Опросив его подробнее, Грушенька узнала от него, что действительно ему как раз теперь некуда деться совсем и что «господин Калганов, благодетель мой, прямо мне заявили-с, что более меня уж не примут, и пять рублей подарили». «Ну, бог с тобой, оставайся уж», — решила в тоске Грушенька, сострадательно ему улыбнувшись. Старика передернуло от ее улыбки, и губы его задрожали от благодарного плача. Так с тех пор и остался у ней скитающийся приживальщик. Даже в болезни ее он не ушел из дома. Феня и ее мать, кухарка Грушеньки*, его не прогнали, а продолжали его кормить и стлать ему постель на диване. Впоследствии Грушенька даже привыкла к нему и, приходя от Мити (к которому, чуть оправившись, тотчас же стала ходить, не успев даже хорошенько выздороветь), чтоб убить тоску, садилась и начинала разговаривать с «Максимушкой» о всяких пустяках, только чтобы не думать о своем горе. Оказалось, что старичок умел иногда кое-что и порассказать, так что стал ей наконец даже и необходимым. Кроме Алеши, заходившего, однако, не каждый день, и всегда ненадолго, Грушенька никого почти и не принимала. Старик же ее, купец, лежал в это время уже страшно больной, «отходил», как говорили в городе, и действительно умер всего неделю спустя после суда над Митей. За три недели до смерти, почувствовав близкий финал, он кликнул к себе наконец наверх сыновей своих, с их женами и детьми, и повелел им уже более не отходить от себя. Грушеньку же с этой самой минуты строго заказал слугам не принимать вовсе, а коли придет, то говорить ей: «Приказывает, дескать, вам долго в веселии жить, а их совсем позабыть». Грушенька, однако ж, посылала почти каждый день справляться об его здоровье.

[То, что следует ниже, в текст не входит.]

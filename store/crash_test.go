package store

import (
	"bufio"
	"context"
	"errors"
	"fmt"
	"math/rand/v2"
	"os"
	"os/exec"
	"path/filepath"
	"strconv"
	"sync"
	"testing"
	"time"
)

// The test binary runs itself again as another program that logs trials until it is killed: these name its file and what
// it does there.
const (
	childFile = "RINGBOOK_TEST_CHILD_FILE"
	childWork = "RINGBOOK_TEST_CHILD_WORK"

	childReady = "ready" // its first line, once it has opened the logbook
)

func TestMain(m *testing.M) {
	if path := os.Getenv(childFile); path != "" {
		if err := child(path, os.Getenv(childWork)); err != nil {
			fmt.Fprintln(os.Stderr, err)
			os.Exit(1)
		}
		os.Exit(0)
	}
	os.Exit(m.Run())
}

// child prints each id once Add has acknowledged it, or "imported" and a count once AddAll has.
func child(path, work string) error {
	ctx := context.Background()
	if work == "read" {
		return childReads(ctx, path)
	}
	lb, err := Open(ctx, path)
	if err != nil {
		return err
	}
	defer lb.Close()
	if work == "look" {
		return nil
	}
	fmt.Println(childReady)
	if work == "import" {
		for {
			n, err := lb.AddAll(ctx, many(importSize), nil)
			if err != nil {
				return err
			}
			fmt.Println("imported", n)
		}
	}
	n, err := strconv.Atoi(work)
	if err != nil {
		return err
	}
	for range n {
		id, err := lb.Add(ctx, example())
		if err != nil {
			return err
		}
		fmt.Println(id)
	}
	return nil
}

const importSize = 20

func childReads(ctx context.Context, path string) error {
	lb, err := OpenReadOnly(ctx, path)
	if err != nil {
		return err
	}
	defer lb.Close()
	n := 0
	for _, err := range lb.Trials(ctx, Scope{}) {
		if err != nil {
			return err
		}
		n++
	}
	fmt.Println(n, "trials")
	return nil
}

func startChild(t *testing.T, path, work string) (*exec.Cmd, *bufio.Scanner) {
	t.Helper()
	cmd := exec.CommandContext(t.Context(), os.Args[0])
	cmd.Env = append(os.Environ(), childFile+"="+path, childWork+"="+work)
	cmd.Stderr = os.Stderr
	out, err := cmd.StdoutPipe()
	if err != nil {
		t.Fatal(err)
	}
	if err := cmd.Start(); err != nil {
		t.Fatal(err)
	}
	return cmd, bufio.NewScanner(out)
}

// killSoon waits until the child has the logbook open and has it killed at a random moment after.
func killSoon(cmd *exec.Cmd, lines *bufio.Scanner) {
	lines.Scan()
	time.AfterFunc(time.Duration(rand.IntN(100_000))*time.Microsecond, func() { cmd.Process.Kill() })
}

// rounds is how often a process is killed: RINGBOOK_KILLS, or few enough for an everyday test.
func rounds(t *testing.T, everyday int) int {
	if s := os.Getenv("RINGBOOK_KILLS"); s != "" {
		n, err := strconv.Atoi(s)
		if err != nil {
			t.Fatalf("RINGBOOK_KILLS=%q: %v", s, err)
		}
		return n
	}
	return everyday
}

// TestKilledWhileLogging kills a process that logs, at any moment from its first, and looks for every trial that was
// acknowledged: each must be there, once and whole.
func TestKilledWhileLogging(t *testing.T) {
	path := filepath.Join(t.TempDir(), "ringbook.db")
	acknowledged := map[string]bool{}
	n := rounds(t, 20)
	for range n {
		cmd, lines := startChild(t, path, "1000000")
		killSoon(cmd, lines)
		for lines.Scan() {
			acknowledged[lines.Text()] = true
		}
		if err := cmd.Wait(); err == nil || cmd.ProcessState.ExitCode() != -1 {
			t.Fatalf("the child was not killed: %v", cmd.ProcessState)
		}
		lb, err := Open(t.Context(), path)
		if err != nil {
			t.Fatal(err)
		}
		found := map[string]int{}
		for trial, err := range lb.Trials(t.Context(), Scope{}) {
			if err != nil {
				t.Fatal(err)
			}
			found[trial.ID]++
			if len(trial.Readings) != 5 || len(trial.Readings[0].Repeats) != 3 {
				t.Fatalf("trial %s is not whole: %v", trial.ID, trial.Readings)
			}
		}
		for id := range acknowledged {
			if found[id] != 1 {
				t.Errorf("trial %s was acknowledged and is there %d times", id, found[id])
			}
		}
		var sound string
		if err := lb.db.QueryRowContext(t.Context(), "PRAGMA integrity_check").Scan(&sound); err != nil || sound != "ok" {
			t.Fatalf("integrity check: %s, %v", sound, err)
		}
		lb.Close()
	}
	if len(acknowledged) == 0 {
		t.Error("no trial was acknowledged in any round: nothing was tested")
	}
	t.Logf("%d rounds, %d trials acknowledged", n, len(acknowledged))
}

// TestKilledWhileImporting finds whole imports alone.
func TestKilledWhileImporting(t *testing.T) {
	path := filepath.Join(t.TempDir(), "ringbook.db")
	imported := 0
	for range rounds(t, 10) {
		cmd, lines := startChild(t, path, "import")
		killSoon(cmd, lines)
		for lines.Scan() {
			imported += importSize
		}
		cmd.Wait()
		lb, err := Open(t.Context(), path)
		if err != nil {
			t.Fatal(err)
		}
		n := len(collect(t, lb, Scope{}))
		if n%importSize != 0 || n < imported {
			t.Fatalf("%d trials: %d were acknowledged, in imports of %d", n, imported, importSize)
		}
		imported = n
		lb.Close()
	}
	if imported == 0 {
		t.Error("no import was finished in any round: nothing was tested")
	}
}

// TestKilledWhileMaking kills a process that makes a new logbook.
func TestKilledWhileMaking(t *testing.T) {
	for range rounds(t, 20) {
		path := filepath.Join(t.TempDir(), "ringbook.db")
		cmd, _ := startChild(t, path, "look")
		time.AfterFunc(time.Duration(rand.IntN(30_000))*time.Microsecond, func() { cmd.Process.Kill() })
		cmd.Wait()
		lb, err := Open(t.Context(), path)
		if err != nil {
			t.Fatal(err)
		}
		mustAdd(t, lb, example())
		lb.Close()
	}
}

// TestTwoProgramsAtOnce has two processes, and two goroutines here, log to one file while another reads it.
func TestTwoProgramsAtOnce(t *testing.T) {
	path := filepath.Join(t.TempDir(), "ringbook.db")
	lb, err := Open(t.Context(), path)
	if err != nil {
		t.Fatal(err)
	}
	defer lb.Close()
	const each = 40
	var mu sync.Mutex
	ids := map[string]bool{}
	keep := func(id string) {
		mu.Lock()
		defer mu.Unlock()
		ids[id] = true
	}
	var writers, readers sync.WaitGroup
	for range 2 {
		writers.Go(func() {
			cmd, lines := startChild(t, path, strconv.Itoa(each))
			lines.Scan() // ready
			for lines.Scan() {
				keep(lines.Text())
			}
			if err := cmd.Wait(); err != nil {
				t.Error("a child failed:", err)
			}
		})
		writers.Go(func() {
			for range each {
				id, err := lb.Add(t.Context(), example())
				if err != nil {
					t.Error(err)
				}
				keep(id)
			}
		})
	}
	ctx, cancel := context.WithCancel(t.Context())
	readers.Go(func() {
		for last := 0; ctx.Err() == nil; {
			n := 0
			for _, err := range lb.Trials(ctx, Scope{}) {
				if err != nil {
					if !errors.Is(err, context.Canceled) {
						t.Error(err)
					}
					return
				}
				n++
			}
			if n < last {
				t.Errorf("a reader saw %d trials after %d", n, last)
			}
			last = n
		}
	})
	writers.Wait()
	cancel()
	readers.Wait()
	for _, trial := range collect(t, lb, Scope{}) {
		delete(ids, trial.ID)
	}
	if n := len(collect(t, lb, Scope{})); n != 4*each || len(ids) != 0 {
		t.Errorf("%d trials, want %d; lost: %v", n, 4*each, ids)
	}
}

— Наконец-то пришел! — крикнула она, бросив карты и радостно здороваясь с Алешей, — а Максимушка так пугал, что, пожалуй, уж и не придешь. Ах, как тебя нужно! Садись к столу; ну что тебе, кофею?
— А пожалуй, — сказал Алеша, подсаживаясь к столу, — очень проголодался.
— То-то; Феня, Феня, кофею! — крикнула Грушенька. — Он у меня уж давно кипит, тебя ждет, да пирожков принеси, да чтобы горячих. Нет, постой, Алеша, у меня с этими пирогами сегодня гром вышел. Понесла я их к нему в острог, а он, веришь ли, назад мне их бросил, так и не ел. Один пирог так совсем на пол кинул и растоптал. Я и сказала: «Сторожу оставлю; коли не съешь до вечера, значит тебя злость ехидная кормит!» — с тем и ушла. Опять ведь поссорились, веришь тому. Что ни приду, так и поссоримся.
Грушенька проговорила всё это залпом, в волнении. Максимов, тотчас же оробев, улыбался, потупив глазки.
— Этот-то раз за что же поссорились? — спросил Алеша.
— Да уж совсем и не ожидала! Представь себе, к «прежнему» приревновал: «Зачем, дескать, ты его содержишь. Ты его, значит, содержать начала?» Всё ревнует, всё меня ревнует! И спит и ест — ревнует. К Кузьме даже раз на прошлой неделе приревновал.
— Да ведь он же знал про «прежнего»-то?
— Ну вот поди. С самого начала до самого сегодня знал, а сегодня вдруг встал и начал ругать. Срамно только сказать, что говорил. Дурак! Ракитка к нему пришел, как я вышла. Может, Ракитка-то его и уськает, а? Как ты думаешь? — прибавила она как бы рассеянно.
— Любит он тебя, вот что, очень любит. А теперь как раз и раздражен.
— Еще бы не раздражен, завтра судят. И шла с тем, чтоб об завтрашнем ему мое слово сказать, потому, Алеша, страшно мне даже и подумать, что завтра будет! Ты вот говоришь, что он раздражен, да я-то как раздражена! А он об поляке! Экой дурак! Вот к Максимушке небось не ревнует.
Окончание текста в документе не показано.